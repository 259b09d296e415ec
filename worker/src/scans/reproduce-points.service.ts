import { Injectable } from '@nestjs/common';
import { ConfigService } from '@nestjs/config';
import { InjectDataSource } from '@nestjs/typeorm';
import { hostname } from 'node:os';
import { In, type DataSource } from 'typeorm';
import { Scan, ScanPoint, ScanReproduction } from '@sixtyfold/api/database';
import {
  compareReproduction, pointRequest, POINT_OUTPUTS, scanPoints, type BuildInfo, type ReproducePointsJob, type ReproducedPoint,
} from '@sixtyfold/shared';
import { LOCK_RENEWAL_SECONDS, type WorkerConfig } from '../config/worker.config';
import { createPointEngine, storedOutputs } from './point-engine';

export interface ReproductionOutcome {
  reproductionId: number;
  points: number;
  identical?: boolean;
  skipped?: 'missing' | 'finished';
}

/**
 * Recomputes a reproducibility check's sample on this worker's engine, exactly as a chunk computes
 * its points (the same engine settings, the same mapping to stored values), compares each output
 * with what the scan stored, and stores the recomputed points and the report. Rerunning a check
 * (a retry) recomputes and overwrites: it is idempotent.
 */
@Injectable()
export class ReproducePointsService {
  private readonly worker: WorkerConfig;
  private readonly build: BuildInfo & { worker: string };

  constructor(@InjectDataSource() private readonly db: DataSource, config: ConfigService) {
    this.worker = config.getOrThrow<WorkerConfig>('worker');
    this.build = { ...config.getOrThrow<BuildInfo>('build'), worker: `${hostname()}:${process.pid}` };
  }

  /** `renew()` keeps the job's lock; it is called between points every LOCK_RENEWAL_SECONDS. */
  async run(job: ReproducePointsJob, renew: () => Promise<void> = async () => undefined): Promise<ReproductionOutcome> {
    const checks = this.db.getRepository(ScanReproduction);
    const check = await checks.findOneBy({ id: job.reproductionId });
    const scan = check && (await this.db.getRepository(Scan).findOneBy({ id: check.scanId }));
    if (!check || !scan) return { reproductionId: job.reproductionId, points: 0, skipped: 'missing' };
    if (check.status === 'completed' || check.status === 'failed') return { reproductionId: check.id, points: 0, skipped: 'finished' };
    await checks.update({ id: check.id }, { status: 'running' });

    const spec = scan.spec;
    const points = scanPoints(spec);
    // A fresh engine: nothing cached from other work, so the sample is computed as each point alone would be.
    const engine = createPointEngine(this.worker);
    const recomputed: ReproducedPoint[] = [];
    let renewedAt = performance.now();
    for (const pointIndex of check.pointIndices) {
      const result = engine.evaluate(pointRequest(spec, spec.potentialSource, points.point(pointIndex)));
      recomputed.push({ pointIndex, status: result.status, ...storedOutputs(result) });
      if (performance.now() - renewedAt >= LOCK_RENEWAL_SECONDS * 1000) {
        await renew();
        renewedAt = performance.now();
      }
      // Lets a chunk job of this worker (another queue) go on between points.
      await new Promise(setImmediate);
    }
    const rows = await this.db.getRepository(ScanPoint).find({ where: { scanId: scan.id, pointIndex: In(check.pointIndices) } });
    const stored = rows.map((row): ReproducedPoint => {
      const point: ReproducedPoint = { pointIndex: row.pointIndex, status: row.status } as ReproducedPoint;
      for (const output of POINT_OUTPUTS) point[output] = row[output];
      return point;
    });
    const report = compareReproduction(stored, recomputed);
    await checks.update({ id: check.id }, { status: 'completed', recomputed, report, checkedBuild: this.build, finishedAt: new Date(), error: null });
    return { reproductionId: check.id, points: recomputed.length, identical: report.identical };
  }

  /** A check the workers gave up on, with the reason. */
  async fail(job: ReproducePointsJob, reason: string): Promise<void> {
    await this.db.getRepository(ScanReproduction).update(
      { id: job.reproductionId, status: In(['queued', 'running']) },
      { status: 'failed', error: reason.slice(0, 1000), checkedBuild: this.build, finishedAt: new Date() },
    );
  }
}
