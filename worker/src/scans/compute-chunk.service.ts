import { Injectable, Logger } from '@nestjs/common';
import { InjectDataSource } from '@nestjs/typeorm';
import type { DataSource, EntityManager } from 'typeorm';
import { completeIfAllStored, Scan, ScanPoint } from '@sixtyfold/api/database';
import { pointRequest, RequestEvaluator, ScanGrid, type ComputeChunkJob, type StoredScanSpec } from '@sixtyfold/shared';

export interface ChunkOutcome {
  scanId: number;
  chunk: number;
  computed: number;
  failed: number;
  skipped?: 'missing' | 'cancelled';
}

type PointRow = Omit<ScanPoint, 'scan'>;

/**
 * Computes one chunk of a scan with the engine and stores it. The rows are written with one
 * INSERT … ON DUPLICATE KEY UPDATE on (scan_id, point_index), and the scan's counters move by
 * the difference the chunk made, in the same transaction: a retried or duplicated chunk
 * overwrites its rows and leaves the counters right.
 */
@Injectable()
export class ComputeChunkService {
  private readonly logger = new Logger('ComputeChunk');
  private readonly engine = new RequestEvaluator();

  constructor(@InjectDataSource() private readonly db: DataSource) {}

  async run(job: ComputeChunkJob, progress: (fraction: number) => Promise<void> | void = () => undefined): Promise<ChunkOutcome> {
    const scan = await this.db.getRepository(Scan).findOneBy({ id: job.scanId });
    if (!scan) return { scanId: job.scanId, chunk: job.chunk, computed: 0, failed: 0, skipped: 'missing' };
    if (scan.status === 'cancelled') return { scanId: job.scanId, chunk: job.chunk, computed: 0, failed: 0, skipped: 'cancelled' };
    await this.db
      .createQueryBuilder()
      .update(Scan)
      .set({ status: 'running', startedAt: () => 'CURRENT_TIMESTAMP(3)' })
      .where('id = :id AND status = :queued', { id: scan.id, queued: 'queued' })
      .execute();

    const spec = scan.spec as unknown as StoredScanSpec;
    const grid = new ScanGrid(spec.axes);
    const rows: PointRow[] = [];
    const now = new Date();
    for (let i = job.start; i < job.end; i++) {
      const inputs = grid.point(i);
      const result = this.engine.evaluate(pointRequest(spec, spec.potentialSource, inputs));
      const ok = result.status === 'ok';
      rows.push({
        scanId: scan.id,
        pointIndex: i,
        inputs,
        status: result.status,
        failureReason: ok ? null : result.message.slice(0, 500),
        ns: result.ns,
        r: result.r,
        alphaS: result.alphaS,
        As: result.As,
        amplitudeScale: result.amplitudeScale,
        nTotal: Number.isFinite(result.nTotal) ? result.nTotal : null,
        nStar: result.nStar,
        phiStar: result.phiStar,
        phiEnd: result.phiEnd,
        energyScaleGeV: result.energyScaleGeV,
        computedAt: now,
      });
      if ((i - job.start) % 250 === 249) {
        await progress((i - job.start + 1) / (job.end - job.start));
        // A cancelled scan stops between points, and nothing of this chunk is written.
        if (await this.cancelled(scan.id)) return { scanId: scan.id, chunk: job.chunk, computed: 0, failed: 0, skipped: 'cancelled' };
      }
    }
    const stored = await this.db.transaction((tx) => this.store(tx, scan.id, job, rows));
    if (!stored) return { scanId: scan.id, chunk: job.chunk, computed: 0, failed: 0, skipped: 'cancelled' };
    const failed = rows.filter((r) => r.status !== 'ok').length;
    return { scanId: scan.id, chunk: job.chunk, computed: rows.length - failed, failed };
  }

  private async cancelled(scanId: number): Promise<boolean> {
    const row = await this.db.getRepository(Scan).findOne({ where: { id: scanId }, select: { id: true, status: true } });
    return !row || row.status === 'cancelled';
  }

  /** Writes the chunk unless the scan was cancelled or deleted meanwhile; false when skipped. */
  private async store(tx: EntityManager, scanId: number, job: ComputeChunkJob, rows: PointRow[]): Promise<boolean> {
    const counts = async () => {
      const [row] = await tx.query(
        `SELECT COALESCE(SUM(status = 'ok'), 0) AS ok, COALESCE(SUM(status <> 'ok'), 0) AS bad
           FROM scan_points WHERE scan_id = ? AND point_index >= ? AND point_index < ? FOR UPDATE`,
        [scanId, job.start, job.end],
      );
      return { ok: Number(row.ok), bad: Number(row.bad) };
    };
    // The scan row first: every chunk of a scan takes its lock in the same order, and a cancel
    // (which updates this row) is either before this check or after this chunk's commit.
    const [scanRow] = await tx.query('SELECT status FROM scans WHERE id = ? FOR UPDATE', [scanId]);
    if (!scanRow || scanRow.status === 'cancelled') return false;
    const before = await counts();
    await tx
      .createQueryBuilder()
      .insert()
      .into(ScanPoint)
      .values(rows)
      .orUpdate(
        ['inputs', 'status', 'failure_reason', 'ns', 'r', 'alpha_s', 'a_s', 'amplitude_scale', 'n_total', 'n_star', 'phi_star', 'phi_end', 'energy_scale_gev', 'computed_at'],
        ['scan_id', 'point_index'],
      )
      .execute();
    const after = await counts();
    await tx.query(
      `UPDATE scans SET done_points = done_points + ?, failed_points = failed_points + ? WHERE id = ?`,
      [after.ok - before.ok, after.bad - before.bad, scanId],
    );
    await completeIfAllStored(tx, scanId);
    this.logger.debug(`scan ${scanId} chunk ${job.chunk}: ${rows.length} points stored`);
    return true;
  }
}
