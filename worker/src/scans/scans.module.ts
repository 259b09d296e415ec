import { BullModule } from '@nestjs/bull';
import { Module } from '@nestjs/common';
import { bullRedisOptions, readRedisConfig } from '@sixtyfold/api/database';
import { SCAN_QUEUE } from '@sixtyfold/shared';
import { HeartbeatModule } from '../heartbeat/heartbeat.module';
import { REDIS_CLIENT } from '../heartbeat/redis-client.provider';
import { ComputeChunkService } from './compute-chunk.service';
import { ScanChunkProcessor } from './scan-chunk.processor';

@Module({
  imports: [
    BullModule.forRootAsync({
      // Waits for the heartbeat client, which has signed in with the same credentials: a refused
      // password stops the worker at boot instead of leaving bull retrying in the background.
      imports: [HeartbeatModule],
      inject: [REDIS_CLIENT],
      useFactory: () => ({ redis: bullRedisOptions(readRedisConfig()) }),
    }),
    BullModule.registerQueue({
      name: SCAN_QUEUE,
      // A chunk takes about a second and yields between points, so its lock renews in time; a
      // killed worker's chunk is taken back within lockDuration + stalledInterval (~20 s).
      settings: { lockDuration: 15_000, stalledInterval: 5_000, maxStalledCount: 3 },
    }),
    HeartbeatModule,
  ],
  providers: [ComputeChunkService, ScanChunkProcessor],
})
export class ScansModule {}
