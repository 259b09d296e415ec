import { InjectQueue, OnQueueFailed, OnQueueStalled, Process, Processor } from '@nestjs/bull';
import { Logger } from '@nestjs/common';
import type { Job, Queue } from 'bull';
import { chunkJobOptions, COMPUTE_CHUNK_JOB, computeChunkJobSchema, SCAN_QUEUE, type ComputeChunkJob } from '@sixtyfold/shared';
import { readWorkerConfig } from '../config/worker.config';
import { HeartbeatService } from '../heartbeat/heartbeat.service';
import { ComputeChunkService, type ChunkOutcome } from './compute-chunk.service';

// Bull takes the concurrency when the processor is declared, so it is read from the environment here.
const { concurrency, lockDurationMs } = readWorkerConfig();

/** Thin edge: re-validate the job data, compute, report. Failures per point are data, not errors. */
@Processor(SCAN_QUEUE)
export class ScanChunkProcessor {
  private readonly logger = new Logger('ScanChunkProcessor');

  constructor(
    private readonly compute: ComputeChunkService,
    private readonly heartbeat: HeartbeatService,
    @InjectQueue(SCAN_QUEUE) private readonly queue: Queue<ComputeChunkJob>,
  ) {}

  @Process({ name: COMPUTE_CHUNK_JOB, concurrency })
  async handle(job: Job<ComputeChunkJob>): Promise<ChunkOutcome> {
    const data = computeChunkJobSchema.parse(job.data);
    const outcome = await this.compute.run(data, async (fraction) => {
      // 0: the lock is no longer ours (it lapsed and another worker may hold the chunk): stop here.
      if (!(await job.extendLock(lockDurationMs))) throw new Error(`lost the lock on job ${job.id}; its chunk was handed to another worker`);
      await job.progress(Math.round(fraction * 100));
    });
    // Handed on before this job completes, so the chunk is on the queue at every moment (the reconciler relies on it).
    if (outcome.rest) await this.queue.add(COMPUTE_CHUNK_JOB, outcome.rest, chunkJobOptions(outcome.rest));
    await job.progress(100);
    if (!outcome.skipped) {
      this.heartbeat.recordChunk(outcome.computed + outcome.failed);
      await this.heartbeat.beat().catch(() => undefined);
    }
    return outcome;
  }

  /** A job bull gives up on (attempts used up, or stalled too often) has its missing points stored as failures, so the scan can finish. */
  @OnQueueFailed()
  async onFailed(job: Job<ComputeChunkJob>, error: Error): Promise<void> {
    this.logger.warn(`job ${job.id} failed (attempt ${job.attemptsMade}): ${error.message}`);
    try {
      // 'delayed' or 'waiting': bull tries it again.
      if ((await job.getState()) !== 'failed') return;
      const data = computeChunkJobSchema.parse(job.data);
      // A chunk that stalled too often failed without a counted attempt; bull's message says so.
      const attempts = job.attemptsMade === 0 ? '' : job.attemptsMade === 1 ? ' after 1 attempt' : ` after ${job.attemptsMade} attempts`;
      const reason = `the workers could not compute points ${data.start}–${data.end - 1}: ${error.message}${attempts}`;
      const written = await this.compute.storeGivenUp(data, reason);
      this.logger.warn(`job ${job.id} given up: ${written} point(s) stored as chunk_failed`);
    } catch (err) {
      // The reconciler re-queues the chunk later, since its points are still missing.
      this.logger.error(`job ${job.id}: its points could not be stored as failed: ${(err as Error).message}`);
    }
  }

  @OnQueueStalled()
  onStalled(job: Job<ComputeChunkJob>): void {
    this.logger.warn(`job ${job.id} stalled; another worker will take it`);
  }
}
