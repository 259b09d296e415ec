/**
 * An independent reference solution of single-field inflation, for checking the engine.
 *
 * Nothing here uses the engine's integrator (Cash-Karp), its background table, its Hermite
 * interpolation, its Hubble-flow code or its mode equations. The only thing shared with the
 * engine is V(φ) and its derivatives, which the tests take from the engine's compiled
 * expressions (checked separately against hand-written derivatives in
 * src/engine/expression/compile-potential.spec.ts) — any object with V, dV and d2V will do.
 *
 * Integrator: ODEX, the Gragg-Bulirsch-Stoer extrapolation method of Hairer & Wanner
 * (Hairer, Nørsett & Wanner, "Solving Ordinary Differential Equations I", 2nd ed., Springer
 * 1993, section II.9), as ported to JavaScript in the `odex` package (v2.0.4,
 * node_modules/odex/src/odex.ts), with its dense output (section II.9, "dense output for the
 * GBS method") for locating the end of inflation.
 *
 * Physics (M_pl = 1, e-folds N as time, ' = d/dN):
 *
 *  Background — Klein-Gordon and Friedmann equations with dN = H dt, state (φ, π = φ'):
 *    ε₁ = π²/2,  H² = V/(3 − ε₁),  π' = −(3 − ε₁)(π + V'/V).
 *  Hubble-flow functions (Schwarz, Terrero-Escalante & Garcia 2001, Phys. Lett. B 517, 243,
 *  astro-ph/0106020): ε₁ = −d ln H/dN, ε_{n+1} = d ln|ε_n|/dN, so here
 *    ε₂ = 2π'/π,   ε₂ε₃ = ε₂' = 2π''/π − ε₂²/2,
 *    π'' = ε₁'(π + V'/V) − (3 − ε₁)(π' + (V''/V − (V'/V)²)π),   ε₁' = ππ'.
 *  ε₂ε₃ is used as a product (never ε₃ alone), so ε₂ = 0 (an inflection of ln ε₁) is harmless.
 *
 *  Perturbations — Mukhanov-Sasaki variables (Mukhanov, Feldman & Brandenberger 1992,
 *  Phys. Rep. 215, 203; Sasaki 1986, Prog. Theor. Phys. 76, 1036): in conformal time τ,
 *    v_k'' + (k² − z''/z) v_k = 0,  z = a√(2ε₁) for curvature (ζ = v/z),
 *                                    z_T = a for each tensor polarisation (h = 2v_T/a).
 *  With d/dτ = aH d/dN and d ln(aH)/dN = 1 − ε₁ this is, in N,
 *    v_NN + (1 − ε₁) v_N + [(k/aH)² − Z] v = 0,
 *  with, from z_N/z = 1 + ε₂/2 and z_NN/z = (z_N/z)² + (z_N/z)_N,
 *    Z_s = (z''/z)/(aH)² = (1 − ε₁)(1 + ε₂/2) + (1 + ε₂/2)² + ε₂ε₃/2
 *        = (1 + ε₂/2)(2 − ε₁ + ε₂/2) + ε₂ε₃/2,
 *    Z_t = (a''/a)/(aH)² = 2 − ε₁.
 *  The engine instead integrates ζ and h with friction terms (3 − ε₁ + ε₂) and (3 − ε₁): the
 *  two forms are related by v = zζ, which is itself worth checking.
 *  Initial state: the first-order WKB (adiabatic) vacuum, which matches the Bunch-Davies state
 *  deep inside the horizon (Birrell & Davies 1982, "Quantum fields in curved space", ch. 3):
 *    v = 1/√(2ω),  v_N = v (−iΩ + (1 − ε₁) Z/(2Ω²)),  ω² = k² − (aH)² Z,  Ω = ω/(aH),
 *  started at k/aH = 200 (the engine: de Sitter mode functions, started shallower); Z_N is dropped,
 *  an error of order ε²/(k/aH)² ≈ 1e-9. The modes are followed to k/aH = 1e-4 (the engine:
 *  1e-3), where P_R = k³|v/z|²/(2π²) and P_t = 2·k³|2v_T/a|²/(2π²) have frozen to O((k/aH)²).
 *  The scale factor is normalised so that aH = k_* = 1 at the pivot, N_* e-folds before the end.
 *  n_s − 1 and α_s are the first and second derivatives of ln P_R in ln k from a five-point
 *  central stencil of spacing 0.15 (truncation O(h⁴); the engine: three points, wider).
 */

// The `odex` package ships its TypeScript source (odex.ts) as the module's types, and that file
// does not compile under this project's strict settings. Importing it through a specifier typed
// as `string` keeps tsc from resolving (and type-checking) it; the structural types below
// describe the part of its API used here, as declared in node_modules/odex/src/odex.ts.
const ODEX_MODULE: string = 'odex';
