import { OnQueueFailed, OnQueueStalled, Process, Processor } from '@nestjs/bull';
import { Logger } from '@nestjs/common';
import type { Job } from 'bull';
import { COMPUTE_CHUNK_JOB, computeChunkJobSchema, SCAN_QUEUE, type ComputeChunkJob } from '@sixtyfold/shared';
import { readWorkerConfig } from '../config/worker.config';
import { HeartbeatService } from '../heartbeat/heartbeat.service';
import { ComputeChunkService, type ChunkOutcome } from './compute-chunk.service';

// Bull takes the concurrency when the processor is declared, so it is read from the environment here.
const { concurrency } = readWorkerConfig();

/** Thin edge: re-validate the job data, compute, report. Failures per point are data, not errors. */
@Processor(SCAN_QUEUE)
export class ScanChunkProcessor {
  private readonly logger = new Logger('ScanChunkProcessor');

  constructor(
    private readonly compute: ComputeChunkService,
    private readonly heartbeat: HeartbeatService,
  ) {}

  @Process({ name: COMPUTE_CHUNK_JOB, concurrency })
  async handle(job: Job<ComputeChunkJob>): Promise<ChunkOutcome> {
    const data = computeChunkJobSchema.parse(job.data);
    const outcome = await this.compute.run(data, (fraction) => job.progress(Math.round(fraction * 100)));
    await job.progress(100);
    if (!outcome.skipped) {
      this.heartbeat.recordChunk(outcome.computed + outcome.failed);
      await this.heartbeat.beat().catch(() => undefined);
    }
    return outcome;
  }

  @OnQueueFailed()
  onFailed(job: Job<ComputeChunkJob>, error: Error): void {
    this.logger.warn(`job ${job.id} failed (attempt ${job.attemptsMade}): ${error.message}`);
  }

  @OnQueueStalled()
  onStalled(job: Job<ComputeChunkJob>): void {
    this.logger.warn(`job ${job.id} stalled; another worker will take it`);
  }
}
• • • •
## [What is being asked]
Tell me how many lines of the records include the word "class", and say nothing else.

## [Solution to this problem]
5